╭─ Supplied records

def test_broadcast_deviation_exceeds_the_linear_range():
    path = EXAMPLES / "freq-broadcast-through-narrow.yaml"
    text = path.read_text("utf-8")
    found = of(engine.check_file(path), "freqplan.tank-range")
    assert [f.level for f in found] == ["warning"]
    # 2 x (75 kHz deviation + drift): source drift 500 Hz + crystal 20 ppm of 10.245 MHz (plain arithmetic)
    need = 2 * (75e3 + 500 + 20e-6 * 10.245e6)
    assert f"less than the {need / 1e3:.4g} kHz that local FM station swings" in found[0].message
    assert found[0].location.line == line_of(text, "R5: {kind: resistor")


# ---- freqplan.crystal-load / crystal-overtone --------------------------------------------------------------


def test_wrong_load_caps_pull_the_crystal(clean_text):
    text = edited(clean_text, "C6: {kind: capacitor, value: 33 pF", "C6: {kind: capacitor, value: 47 pF")
    text = edited(text, "C7: {kind: capacitor, value: 33 pF", "C7: {kind: capacitor, value: 47 pF")
    found = of(check(text), "freqplan.crystal-load")
    assert [f.level for f in found] == ["warning"]
    shift = 15e-15 / (2 * (4e-12 + 27.5e-12)) - 15e-15 / (2 * (4e-12 + 20e-12))  # D(27.5 pF) - D(20 pF)
    assert f"pulls it {shift * 1e6:+.1f} ppm" in found[0].message
    assert "X1 sees 27.5 pF (C6 and C7 plus 4 pF stray)" in found[0].message
    assert found[0].location.line == line_of(text, "oscillator: {crystal: X1")


def test_clean_crystal_load_is_fine(clean_text):
    assert of(check(clean_text), "freqplan.crystal-load") == []


def test_load_mismatch_without_motional_data(clean_text):
    text = edited(clean_text, "    motional_capacitance: 15 fF\n", "")
    text = edited(
        text,
        "value: 33 pF, dielectric: ceramic, ends: [U1.osc_emitter, GND]",
        "value: 15 pF, dielectric: ceramic, ends: [U1.osc_emitter, GND]",
    )
    found = of(check(text), "freqplan.crystal-load")
    assert [f.level for f in found] == ["warning"] and "will run high" in found[0].message


def test_overtone_crystal_on_fundamental_oscillator():
    path = EXAMPLES / "freq-overtone-on-fundamental.yaml"
    text = path.read_text("utf-8")
    found = of(engine.check_file(path), "freqplan.crystal-overtone")
    assert [f.level for f in found] == ["error"]
    assert "X1 is a 3rd-overtone crystal marked 44.545 MHz" in found[0].message
    assert "about 14.85 MHz" in found[0].message  # a third of 44.545 MHz (plain arithmetic)
    assert found[0].location.line == line_of(
        text, "oscillator: {crystal: X1, injection: low, mode: fundamental}"
    )
    assert found[0].location.path == "chain[1].oscillator.mode"


def test_fundamental_crystal_on_its_own_mode_is_fine(clean_text):
    assert of(check(clean_text), "freqplan.crystal-overtone") == []


# ---- freqplan.de-emphasis / audio-corner -------------------------------------------------------------------


def test_broadcast_example_de_emphasis_matches_region_1():
    assert (
        of(engine.check_file(EXAMPLES / "freq-broadcast-through-narrow.yaml"), "freqplan.de-emphasis") == []
    )


def test_75us_in_region_1_is_a_warning():
    path = EXAMPLES / "freq-broadcast-through-narrow.yaml"
    text = edited(
        path.read_text("utf-8"),
        "value: 5.1 kohm, ends: [U1.audio, DE1]",
        "value: 7.5 kohm, ends: [U1.audio, DE1]",
    )
    found = of(check(text), "freqplan.de-emphasis")
    assert [f.level for f in found] == ["warning"]
    assert "does not match the 50 µs of itu-region-1" in found[0].message
    assert found[0].location.line == line_of(text, "C13: {kind: capacitor")


def test_75us_in_region_2_is_fine():
    path = EXAMPLES / "freq-broadcast-through-narrow.yaml"
    text = edited(
        path.read_text("utf-8"),
        "value: 5.1 kohm, ends: [U1.audio, DE1]",
        "value: 7.5 kohm, ends: [U1.audio, DE1]",
    )
    text = edited(text, "region: itu-region-1", "region: itu-region-2")
    assert of(check(text), "freqplan.de-emphasis") == []


def test_broadcast_without_de_emphasis(clean_text):
    text = edited(clean_text, "    service: voice\n", "    service: broadcast\n")
    found = of(check(text), "freqplan.de-emphasis")
    assert [f.level for f in found] == ["warning"]
    assert "has no de-emphasis stage" in found[0].message
    assert found[0].location.line == line_of(text, "service: broadcast")


def test_audio_low_pass_cuts_broadcast_audio():
    path = EXAMPLES / "freq-broadcast-through-narrow.yaml"
    text = path.read_text("utf-8")
    found = of(engine.check_file(path), "freqplan.audio-corner")
    assert [f.level for f in found] == ["warning"]
    # the 10 kohm volume track loads the output: R10 || RV1 = 5 kohm (Thevenin; Horowitz & Hill, The Art
    # of Electronics, ch. 1), 1 / (2 pi 5 kohm 4.7 nF) = 6.773 kHz as wired, 3.386 kHz for the RC alone,
    # 20 log10(2) = 6.0 dB of flat loss (plain arithmetic)
    assert (
        f"corner {1 / (2 * math.pi * 5e3 * 4.7e-9) / 1e3:.4g} kHz as wired "
        f"({1 / (2 * math.pi * 10e3 * 4.7e-9) / 1e3:.4g} kHz for the RC alone; RV1 (10 kΩ through C12) loads "
        "its output, 6.0 dB of flat loss) is below the 15 kHz"
    ) in found[0].message
    assert found[0].location.line == line_of(text, "C11: {kind: capacitor")


def test_clean_audio_corner_is_fine(clean_text):
    assert of(check(clean_text), "freqplan.audio-corner") == []


def test_loaded_corner_on_the_sheet_and_the_rc_alone_beside_it(clean_text):
    """The clean plan's low-pass: R10 10 kohm, C11 4.7 nF, RV1 10 kohm through C12 1 uF (213 x C11,
    so a short at the corner). Thevenin (Horowitz & Hill, The Art of Electronics, ch. 1): source
    5 kohm, corner 6.773 kHz as wired beside 3.386 kHz alone, loss 20 log10(2) = 6.02 dB. For
    3 kHz voice a 6.8 kHz corner is 2.3 x the top: no finding at all."""
    result = check(clean_text)
    sheet = {e.value.name: e.value.value for e in result.sheet if e.owner == "audio-filter"}
    assert sheet["low-pass corner"] == pytest.approx(1 / (2 * math.pi * 10e3 * 4.7e-9))
    assert sheet["low-pass corner as wired"] == pytest.approx(1 / (2 * math.pi * 5e3 * 4.7e-9))
    assert sheet["low-pass passband loss as wired"] == pytest.approx(20 * math.log10(2))
    assert sheet["load on the low-pass output"] == "RV1 (10 kΩ through C12)"
    assert of(result, "freqplan.audio-corner") == []


def test_small_coupling_capacitor_leaves_the_rc_alone(clean_text):
    """C12 of 100 nF is only 21 x C11 (under the 100 x that makes it a short at the corner, its own
    corner with 10 kohm lies less than two decades below): the load is no plain resistance, so the
    sheet names it and the corner stays the RC alone's 3.386 kHz."""
    text = edited(clean_text, "C12: {kind: capacitor, value: 1 uF", "C12: {kind: capacitor, value: 100 nF")
    result = check(text)
    sheet = {e.value.name: e.value.value for e in result.sheet if e.owner == "audio-filter"}
    assert "low-pass corner as wired" not in sheet
    assert "not a plain resistance" in sheet["load on the low-pass output"]
    assert "C12 too small" in sheet["load on the low-pass output"]


def test_audio_corner_far_above_voice_is_a_note(clean_text):
    text = edited(clean_text, "C11: {kind: capacitor, value: 4.7 nF", "C11: {kind: capacitor, value: 1 nF")
    found = of(check(text), "freqplan.audio-corner")
    assert [f.level for f in found] == ["note"]


# ---- robustness ---------------------------------------------------------------------------------


@pytest.mark.parametrize(
    "text",
    [
        "build_spec: 1\nbuild: {name: empty}\nparts: {}\n",
        "build_spec: 1\nbuild: {name: x}\nparts: {}\nchain:\n  - {stage: conversion}\n"
        "  - {stage: if-filter}\n  - {stage: discriminator}\n  - {stage: de-emphasis}\n"
        "  - {stage: audio-filter}\n",
        "build_spec: 1\nbuild: {name: x}\nsignals: [{name: s, modulation: cw}]\n"
        "source: {kind: antenna, frequency: 7 MHz}\nparts:\n  X1: {kind: crystal}\n"
        "  L1: {kind: inductor, value: 1 uH}\n  C1: {kind: capacitor, value: 1 pF}\nchain:\n"
        "  - {stage: conversion, oscillator: {crystal: X1, injection: low, load_caps: [C1, C9]}}\n"
        "  - {stage: if-filter, paths: {a: {filter: NOPE}, b: {}}}\n"
        "  - {stage: discriminator, tank: {inductor: L1, capacitor: C1}}\n",
    ],
)
def test_sparse_plans_give_no_internal_error(text):
    result = check(text)
    assert [f for f in result.findings if "internal error" in f.message] == []


def test_tank_range_is_checked_for_every_signal(clean_text):
    # a high-Q tank (R5 470 kohm with the coil's Q of 60) and a broadcast signal beside the voice:
    # both shortfalls are reported, not only the worst one
    text = edited(clean_text, "R5: {kind: resistor, value: 47 kohm", "R5: {kind: resistor, value: 470 kohm")
    text = edited(
        text,
        "    service: voice\n    path: narrow\n",
        "    service: voice\n    path: narrow\n"
        "  - {name: broadcast, modulation: fm, deviation: 75 kHz, audio_max: 15 kHz, service: broadcast, "
        "path: wide}\n",
    )
    found = of(check(text), "freqplan.tank-range")
    assert sorted(f.message.split(" swings")[0].rsplit(" that ", 1)[1] for f in found) == [
        "broadcast",
        "repeater voice",
    ]
    # the label says what is computed: 2 x (deviation + drift) (quadrature detector centred on f0)
    sheet = {(e.owner, e.value.name) for e in check(text).sheet}
    assert ("discriminator", "needed range for repeater voice, 2·(deviation + drift)") in sheet


def test_adjacent_channel_rejection_on_the_sheet(clean_text):
    # FL1 stated ±7.5 kHz at 6 dB and ±15 kHz at 40 dB, voice on 25 kHz channels: the equivalent
    # Butterworth through both points (Williams & Taylor order equation) at 25 kHz off
    old = "FL1: {kind: filter, center: 455 kHz, bandwidth: 20 kHz, bandwidth_at: 6 dB,"
    new = "15 kHz, bandwidth_at: 6 dB, stopband: 30 kHz, stopband_at: 40 dB,"
    text = edited(clean_text, old, old.replace("20 kHz, bandwidth_at: 6 dB,", new))
    text = edited(text, "    service: voice\n", "    service: voice\n    channel_spacing: 25 kHz\n")
    n = math.log10((1e4 - 1) / (10 ** 0.6 - 1)) / (2 * math.log10(2))
    expected = 10 * math.log10(1 + (10 ** 0.6 - 1) * (25 / 7.5) ** (2 * n))
    got = [e.value.value for e in check(text).sheet if e.value.name.startswith("adjacent-channel rejection")]
    assert got == [pytest.approx(min(expected, 80.0), abs=0.06)]


def test_the_tank_picture_reads_the_widest_needed_range():
    # the HTML figure marks the widest range the tank's signals need: 2 x (75 kHz + drift) for the
    # broadcast example (drift: 500 Hz source + 20 ppm of 10.245 MHz, plain arithmetic)
    from speccheck.reporters import figure_data

    result = engine.check_file(EXAMPLES / "freq-broadcast-through-narrow.yaml")
    tank = figure_data.tanks(figure_data.Sheet(result.sheet))[0]
    assert tank.need == pytest.approx(2 * (75e3 + 500 + 20e-6 * 10.245e6), rel=1e-3)


def test_audio_corner_is_judged_for_every_signal(clean_text):
    # a 1 kHz data signal beside the 3 kHz voice: the clean low-pass (R10 10 kohm, C11 4.7 nF, loaded by
    # the 10 kohm RV1: 1 / (2 pi (R10 || RV1) C) = 6.77 kHz, Thevenin) suits the voice and is 6.8 times
    # the data signal's top: a note for that one only
    voice = "    service: voice\n    path: narrow\n"
    text = edited(clean_text, voice, voice + "  - {name: telemetry, modulation: fm, deviation: 2 kHz, "
                                             "audio_max: 1 kHz, service: data, path: narrow}\n")
    found = of(check(text), "freqplan.audio-corner")
    assert [(f.level, "telemetry" in f.message) for f in found] == [("note", True)]
    assert f"{1 / (2 * math.pi * 5e3 * 4.7e-9) / 1e3:.1f} times the 1 kHz of telemetry" in found[0].message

╰─

> [Assignment] Before answering, count every line of the data that holds the word "shift"; the reply is that number only.

> [Written answer] 2